Your goal: Every line from the beginning of the records below up to the one holding "from reviewer.errors import InputError" should be quoted exactly; leave out the rest.

##########

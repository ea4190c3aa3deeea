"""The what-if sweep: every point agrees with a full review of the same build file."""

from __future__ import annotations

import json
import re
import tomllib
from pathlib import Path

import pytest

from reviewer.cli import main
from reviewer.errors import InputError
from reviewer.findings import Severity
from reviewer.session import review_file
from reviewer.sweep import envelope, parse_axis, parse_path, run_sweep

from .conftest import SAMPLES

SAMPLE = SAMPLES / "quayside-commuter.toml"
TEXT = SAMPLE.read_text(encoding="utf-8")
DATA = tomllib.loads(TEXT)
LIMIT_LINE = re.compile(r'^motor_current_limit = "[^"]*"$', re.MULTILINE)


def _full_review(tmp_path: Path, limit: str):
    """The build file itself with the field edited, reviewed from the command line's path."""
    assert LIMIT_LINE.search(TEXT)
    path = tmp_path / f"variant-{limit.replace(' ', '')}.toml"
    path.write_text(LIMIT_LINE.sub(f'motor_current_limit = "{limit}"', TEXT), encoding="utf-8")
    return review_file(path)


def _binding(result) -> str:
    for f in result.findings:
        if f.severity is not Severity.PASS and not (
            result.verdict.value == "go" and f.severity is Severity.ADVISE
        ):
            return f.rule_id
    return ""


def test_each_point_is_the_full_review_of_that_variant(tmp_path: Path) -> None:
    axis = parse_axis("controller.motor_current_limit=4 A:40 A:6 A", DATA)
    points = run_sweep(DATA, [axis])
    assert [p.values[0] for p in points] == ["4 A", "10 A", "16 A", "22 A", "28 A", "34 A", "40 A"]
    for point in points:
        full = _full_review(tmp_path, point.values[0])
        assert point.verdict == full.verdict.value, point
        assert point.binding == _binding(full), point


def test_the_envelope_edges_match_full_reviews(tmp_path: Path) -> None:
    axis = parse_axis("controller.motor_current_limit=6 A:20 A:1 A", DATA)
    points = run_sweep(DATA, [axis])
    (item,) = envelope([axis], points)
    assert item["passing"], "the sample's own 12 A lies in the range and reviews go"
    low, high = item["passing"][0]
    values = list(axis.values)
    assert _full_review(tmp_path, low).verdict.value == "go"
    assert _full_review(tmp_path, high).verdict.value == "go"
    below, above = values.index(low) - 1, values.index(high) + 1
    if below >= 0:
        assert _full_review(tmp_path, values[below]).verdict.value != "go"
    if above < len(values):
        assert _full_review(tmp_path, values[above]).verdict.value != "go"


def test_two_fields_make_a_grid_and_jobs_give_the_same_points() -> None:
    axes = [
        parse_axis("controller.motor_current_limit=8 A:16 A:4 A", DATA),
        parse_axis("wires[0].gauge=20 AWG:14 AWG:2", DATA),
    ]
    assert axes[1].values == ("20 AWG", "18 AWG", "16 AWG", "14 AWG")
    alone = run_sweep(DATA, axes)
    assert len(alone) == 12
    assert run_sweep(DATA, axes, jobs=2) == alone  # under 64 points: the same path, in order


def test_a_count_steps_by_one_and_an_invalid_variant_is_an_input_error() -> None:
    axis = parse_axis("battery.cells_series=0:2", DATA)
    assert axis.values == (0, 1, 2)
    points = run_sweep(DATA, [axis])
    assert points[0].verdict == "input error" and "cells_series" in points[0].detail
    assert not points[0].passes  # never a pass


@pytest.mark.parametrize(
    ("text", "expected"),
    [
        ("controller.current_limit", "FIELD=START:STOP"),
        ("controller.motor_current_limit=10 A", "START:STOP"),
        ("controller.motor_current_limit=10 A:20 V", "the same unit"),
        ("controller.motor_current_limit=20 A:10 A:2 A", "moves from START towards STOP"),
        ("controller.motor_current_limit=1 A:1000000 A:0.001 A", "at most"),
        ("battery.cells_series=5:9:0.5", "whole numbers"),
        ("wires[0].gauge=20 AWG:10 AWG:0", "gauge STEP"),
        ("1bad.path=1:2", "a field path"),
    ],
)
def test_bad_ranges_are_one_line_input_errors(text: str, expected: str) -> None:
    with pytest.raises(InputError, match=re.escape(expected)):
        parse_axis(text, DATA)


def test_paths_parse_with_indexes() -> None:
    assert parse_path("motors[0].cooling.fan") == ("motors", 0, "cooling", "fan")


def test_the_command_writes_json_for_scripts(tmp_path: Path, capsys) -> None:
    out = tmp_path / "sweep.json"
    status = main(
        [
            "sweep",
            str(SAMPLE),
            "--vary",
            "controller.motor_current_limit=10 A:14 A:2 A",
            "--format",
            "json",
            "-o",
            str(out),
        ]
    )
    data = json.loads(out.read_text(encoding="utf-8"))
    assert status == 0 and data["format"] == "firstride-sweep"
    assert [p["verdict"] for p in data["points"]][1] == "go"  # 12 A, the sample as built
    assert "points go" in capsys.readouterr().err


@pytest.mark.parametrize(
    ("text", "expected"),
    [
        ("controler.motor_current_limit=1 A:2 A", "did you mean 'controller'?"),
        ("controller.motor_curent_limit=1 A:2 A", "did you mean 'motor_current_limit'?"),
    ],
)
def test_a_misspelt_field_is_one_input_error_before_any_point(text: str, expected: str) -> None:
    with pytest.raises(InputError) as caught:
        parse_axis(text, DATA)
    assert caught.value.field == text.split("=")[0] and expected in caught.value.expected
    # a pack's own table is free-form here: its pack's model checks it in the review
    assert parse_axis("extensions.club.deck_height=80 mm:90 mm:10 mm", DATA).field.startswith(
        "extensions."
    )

##########

Response:
repository ea4190c3aa3deeea
"""The what-if sweep: every point agrees with a full review of the same build file."""

from __future__ import annotations

import json
import re
import tomllib
from pathlib import Path

import pytest

from reviewer.cli import main
from reviewer.errors import InputError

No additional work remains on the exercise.